Required work = Please repeat the data exactly, leaving nothing out.

(Saved entries)
============================================================

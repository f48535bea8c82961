"""One star in full: its joint draws, and what each of its bands says beside the model."""

from __future__ import annotations

from dataclasses import dataclass
from typing import NamedTuple

import numpy as np
import pyarrow as pa
from numpy.typing import NDArray

from starkiln.inference.posterior import Block, band_model, make_lanes, spline_weights
from starkiln.physics.bandtable import ln_flux
from starkiln.physics.constants import MAS_PER_RAD
from starkiln.settings import Settings
from starkiln.stages.choose import choose
from starkiln.stages.derive import Derived, derive
from starkiln.stages.fit import Fitted, fit
from starkiln.stages.ingest import fault_words, ingest, read_band
from starkiln.stages.model import FitModel
from starkiln.stages.summarise import Columns, mode_points, summarise

SPREAD_DRAWS = 200
"""Joint draws whose spread is drawn about the model."""


class Spectrum(NamedTuple):
    """What a blackbody behind dust hangs on: T [K], (R/d)^2 and A_V [mag], one of each or as many draws."""

    teff_k: NDArray[np.float64]
    omega: NDArray[np.float64]
    av_mag: NDArray[np.float64]


@dataclass(frozen=True)
class BandValue:
    """One band of one star.

    Attributes
    ----------
    flux_jy, error_jy
        As observed, for a limit the limit and the error it was drawn at; None where there is no number.
    use
        "used", "limit" or "not used".
    why
        Why it is not used; empty where it is.
    """

    label: str
    passband: str
    pivot_um: float
    flux_jy: float | None
    error_jy: float | None
    use: str
    why: str


class BandModel(NamedTuple):
    """The model in every band (B,), departures included: fluxes and the error that residuals are in units of [Jy]."""

    flux_jy: NDArray[np.float64]
    low_jy: NDArray[np.float64]
    high_jy: NDArray[np.float64]
    spread: NDArray[np.float64]


@dataclass(frozen=True)
class CloseUp:
    """One star, fitted again with all its draws.

    Attributes
    ----------
    columns
        What the catalogue says of it, all but ``row_hash``, each an array of one.
    draws
        Joint draws by the names of the catalogue's quantities.
    mode, spread
        The blackbody behind dust at the posterior mode, and at evenly spaced joint draws.
    bands
        The model in each band at the mode; low and high are the central 68 % of the draws.
    """

    photosphere: str
    columns: Columns
    draws: dict[str, NDArray[np.float64]]
    mode: Spectrum
    spread: Spectrum
    bands: BandModel


def observed_bands(table: pa.Table, settings: Settings, model: FitModel) -> list[BandValue]:
    """Return what the only row of a table holds in each band, and whether the fit uses it."""
    found = []
    for band in settings.input.photometry:
        passband = model.passbands[band.label]
        values = read_band(table, band, passband)
        flux, error = float(values.flux_jy[0]), float(values.error_jy[0])
        why = fault_words(int(values.fault[0]), band)
        has_flux = np.isfinite(flux) and not why.startswith(f"{band.value} ")
        use = "not used" if why else "limit" if values.limit[0] else "used"
        found.append(
            BandValue(
                label=band.label,
                passband=passband.name,
                pivot_um=passband.pivot_um,
                flux_jy=flux if has_flux else None,
                error_jy=error if has_flux and np.isfinite(error) and error > 0 else None,
                use=use,
                why=why,
            )
        )
    return found


def close_up(table: pa.Table, settings: Settings, model: FitModel) -> CloseUp:
    """Fit the only row of a table, which must be one that is not rejected, as a run does, and keep all of it."""
    stars = ingest(table, settings, model).stars
    chosen, ln_ratio = model, None
    if model.rival is not None:
        is_blackbody, ln_ratio = choose(stars, model, settings)
        chosen = model.rival if is_blackbody[0] else model
    (fitted,) = fit(stars, chosen, settings)
    derived = derive(stars, fitted.draws, chosen, settings, fitted.block.factor_scale)
    mode = mode_points(fitted, derived, chosen)
    columns = summarise(stars, fitted, derived, mode, chosen, settings)
    if ln_ratio is not None:
        columns["ln_evidence_ratio"] = ln_ratio
    spread = _joint_points(fitted, derived, chosen)
    at_mode, at_draws = _in_bands(mode[0], fitted.block, chosen), _in_bands(spread, fitted.block, chosen)
    low, high = np.quantile(at_draws[0], [0.16, 0.84], axis=1)
    return CloseUp(
        photosphere=chosen.photosphere,
        columns=columns,
        draws=_draws(derived),
        mode=_spectrum(mode[0]),
        spread=_spectrum(spread),
        bands=BandModel(at_mode[0][:, 0], low, high, at_mode[1][:, 0]),
    )


def _draws(derived: Derived) -> dict[str, NDArray[np.float64]]:
    logarithms = {
        "teff": derived.ln_teff,
        "radius": derived.ln_radius,
        "lum": derived.ln_lum,
        "dist": derived.ln_dist,
        "ang_diam": derived.ln_ang_diam,
        "fbol": derived.ln_fbol,
    }
    return {name: np.exp(values[0]) for name, values in logarithms.items()} | {"av": np.array(derived.av[0])}


def _joint_points(fitted: Fitted, derived: Derived, model: FitModel) -> NDArray[np.float64]:
    """Return evenly spaced joint draws, (P, SPREAD_DRAWS): ln T, ln Omega, A_V and the rest, as the bands see them."""
    places = np.linspace(0, derived.source.shape[1] - 1, SPREAD_DRAWS).astype(np.int64)
    chain = fitted.draws.chain[0][:, derived.source[0, places]]
    if model.prior.fit_av:
        return np.ascontiguousarray(chain)
    return np.concatenate([chain[:2], derived.av[:1, places], chain[2:]])


def _spectrum(points: NDArray[np.float64]) -> Spectrum:
    return Spectrum(np.exp(points[0]), np.exp(points[1]), points[2].copy())


def _in_bands(points: NDArray[np.float64], block: Block, model: FitModel) -> tuple[NDArray[np.float64], ...]:
    """Return (B, L) the flux in Jy in every band, used or not, and its fractional spread about the model."""
    n_factors, n_bands = len(model.grid.loading), len(model.floor)
    points = np.ascontiguousarray(points)
    # All bands as if they were used, so that a band without data has a model, too.
    order = np.arange(n_bands)[None]
    every = block._replace(n_bands=np.array([n_bands]), band=order, floor=model.floor[order])
    lanes = make_lanes(points.shape[1], n_factors)
    lanes.z[:] = points[3 : 3 + n_factors]
    if model.prior.fit_jitter:
        lanes.jitter2[:] = np.exp(2.0 * points[3 + n_factors])
    spline_weights(points[0], points[2], model.grid, lanes)
    flux_jy, spread = np.empty((n_bands, points.shape[1])), np.empty((n_bands, points.shape[1]))
    for band in range(n_bands):
        band_model(model.grid, every, 0, band, lanes)
        flux_jy[band], spread[band] = np.exp(lanes.flux + points[1]), np.sqrt(lanes.spread2)
    return flux_jy, spread


def at_medians(teff_k: float, ang_diam_mas: float, av_mag: float, model: FitModel) -> tuple[Spectrum, BandModel]:
    """Return the model at given values, where there are no draws: mean departures, and no spread."""
    omega = (0.5 * ang_diam_mas / MAS_PER_RAD) ** 2
    flux_jy = omega * np.exp(ln_flux(model.table, teff_k, av_mag)[0])
    spectrum = Spectrum(np.array([teff_k]), np.array([omega]), np.array([av_mag]))
    return spectrum, BandModel(flux_jy, flux_jy, flux_jy, np.full(len(flux_jy), np.nan))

============================================================

Solution to this exercise =
repository f48535bea8c82961
"""One star in full: its joint draws, and what each of its bands says beside the model."""

from __future__ import annotations

from dataclasses import dataclass
from typing import NamedTuple

import numpy as np
import pyarrow as pa
from numpy.typing import NDArray

from starkiln.inference.posterior import Block, band_model, make_lanes, spline_weights
from starkiln.physics.bandtable import ln_flux
from starkiln.physics.constants import MAS_PER_RAD
from starkiln.settings import Settings
from starkiln.stages.choose import choose
from starkiln.stages.derive import Derived, derive
from starkiln.stages.fit import Fitted, fit
from starkiln.stages.ingest import fault_words, ingest, read_band
from starkiln.stages.model import FitModel
from starkiln.stages.summarise import Columns, mode_points, summarise

SPREAD_DRAWS = 200
"""Joint draws whose spread is drawn about the model."""


class Spectrum(NamedTuple):
    """What a blackbody behind dust hangs on: T [K], (R/d)^2 and A_V [mag], one of each or as many draws."""

    teff_k: NDArray[np.float64]
    omega: NDArray[np.float64]
    av_mag: NDArray[np.float64]


@dataclass(frozen=True)
class BandValue:
    """One band of one star.

    Attributes
    ----------
    flux_jy, error_jy
        As observed, for a limit the limit and the error it was drawn at; None where there is no number.
    use
        "used", "limit" or "not used".
    why
        Why it is not used; empty where it is.
    """

    label: str
    passband: str
    pivot_um: float
    flux_jy: float | None
    error_jy: float | None
    use: str
    why: str


class BandModel(NamedTuple):
    """The model in every band (B,), departures included: fluxes and the error that residuals are in units of [Jy]."""

    flux_jy: NDArray[np.float64]
    low_jy: NDArray[np.float64]
    high_jy: NDArray[np.float64]
    spread: NDArray[np.float64]


@dataclass(frozen=True)
class CloseUp:
    """One star, fitted again with all its draws.

    Attributes
    ----------
    columns
        What the catalogue says of it, all but ``row_hash``, each an array of one.
    draws
        Joint draws by the names of the catalogue's quantities.
    mode, spread
        The blackbody behind dust at the posterior mode, and at evenly spaced joint draws.
    bands
        The model in each band at the mode; low and high are the central 68 % of the draws.
    """

    photosphere: str
    columns: Columns
    draws: dict[str, NDArray[np.float64]]
    mode: Spectrum
    spread: Spectrum
    bands: BandModel


def observed_bands(table: pa.Table, settings: Settings, model: FitModel) -> list[BandValue]:
    """Return what the only row of a table holds in each band, and whether the fit uses it."""
    found = []
    for band in settings.input.photometry:
        passband = model.passbands[band.label]
        values = read_band(table, band, passband)
        flux, error = float(values.flux_jy[0]), float(values.error_jy[0])
        why = fault_words(int(values.fault[0]), band)
        has_flux = np.isfinite(flux) and not why.startswith(f"{band.value} ")
        use = "not used" if why else "limit" if values.limit[0] else "used"
        found.append(
            BandValue(
                label=band.label,
                passband=passband.name,
                pivot_um=passband.pivot_um,
                flux_jy=flux if has_flux else None,
                error_jy=error if has_flux and np.isfinite(error) and error > 0 else None,
                use=use,
                why=why,
            )
        )
    return found


def close_up(table: pa.Table, settings: Settings, model: FitModel) -> CloseUp:
    """Fit the only row of a table, which must be one that is not rejected, as a run does, and keep all of it."""
    stars = ingest(table, settings, model).stars
    chosen, ln_ratio = model, None
    if model.rival is not None:
        is_blackbody, ln_ratio = choose(stars, model, settings)
        chosen = model.rival if is_blackbody[0] else model
    (fitted,) = fit(stars, chosen, settings)
    derived = derive(stars, fitted.draws, chosen, settings, fitted.block.factor_scale)
    mode = mode_points(fitted, derived, chosen)
    columns = summarise(stars, fitted, derived, mode, chosen, settings)
    if ln_ratio is not None:
        columns["ln_evidence_ratio"] = ln_ratio
    spread = _joint_points(fitted, derived, chosen)
    at_mode, at_draws = _in_bands(mode[0], fitted.block, chosen), _in_bands(spread, fitted.block, chosen)
    low, high = np.quantile(at_draws[0], [0.16, 0.84], axis=1)
    return CloseUp(
        photosphere=chosen.photosphere,
        columns=columns,
        draws=_draws(derived),
        mode=_spectrum(mode[0]),
        spread=_spectrum(spread),
        bands=BandModel(at_mode[0][:, 0], low, high, at_mode[1][:, 0]),
    )


def _draws(derived: Derived) -> dict[str, NDArray[np.float64]]:
    logarithms = {
        "teff": derived.ln_teff,
        "radius": derived.ln_radius,
        "lum": derived.ln_lum,
        "dist": derived.ln_dist,
        "ang_diam": derived.ln_ang_diam,
        "fbol": derived.ln_fbol,
    }
    return {name: np.exp(values[0]) for name, values in logarithms.items()} | {"av": np.array(derived.av[0])}


def _joint_points(fitted: Fitted, derived: Derived, model: FitModel) -> NDArray[np.float64]:
    """Return evenly spaced joint draws, (P, SPREAD_DRAWS): ln T, ln Omega, A_V and the rest, as the bands see them."""
    places = np.linspace(0, derived.source.shape[1] - 1, SPREAD_DRAWS).astype(np.int64)
    chain = fitted.draws.chain[0][:, derived.source[0, places]]
    if model.prior.fit_av:
        return np.ascontiguousarray(chain)
    return np.concatenate([chain[:2], derived.av[:1, places], chain[2:]])


def _spectrum(points: NDArray[np.float64]) -> Spectrum:
    return Spectrum(np.exp(points[0]), np.exp(points[1]), points[2].copy())


def _in_bands(points: NDArray[np.float64], block: Block, model: FitModel) -> tuple[NDArray[np.float64], ...]:
    """Return (B, L) the flux in Jy in every band, used or not, and its fractional spread about the model."""
    n_factors, n_bands = len(model.grid.loading), len(model.floor)
    points = np.ascontiguousarray(points)
    # All bands as if they were used, so that a band without data has a model, too.
    order = np.arange(n_bands)[None]
    every = block._replace(n_bands=np.array([n_bands]), band=order, floor=model.floor[order])
    lanes = make_lanes(points.shape[1], n_factors)
    lanes.z[:] = points[3 : 3 + n_factors]
    if model.prior.fit_jitter:
        lanes.jitter2[:] = np.exp(2.0 * points[3 + n_factors])
    spline_weights(points[0], points[2], model.grid, lanes)
    flux_jy, spread = np.empty((n_bands, points.shape[1])), np.empty((n_bands, points.shape[1]))
    for band in range(n_bands):
        band_model(model.grid, every, 0, band, lanes)
        flux_jy[band], spread[band] = np.exp(lanes.flux + points[1]), np.sqrt(lanes.spread2)
    return flux_jy, spread


def at_medians(teff_k: float, ang_diam_mas: float, av_mag: float, model: FitModel) -> tuple[Spectrum, BandModel]:
    """Return the model at given values, where there are no draws: mean departures, and no spread."""
    omega = (0.5 * ang_diam_mas / MAS_PER_RAD) ** 2
    flux_jy = omega * np.exp(ln_flux(model.table, teff_k, av_mag)[0])
    spectrum = Spectrum(np.array([teff_k]), np.array([omega]), np.array([av_mag]))
    return spectrum, BandModel(flux_jy, flux_jy, flux_jy, np.full(len(flux_jy), np.nan))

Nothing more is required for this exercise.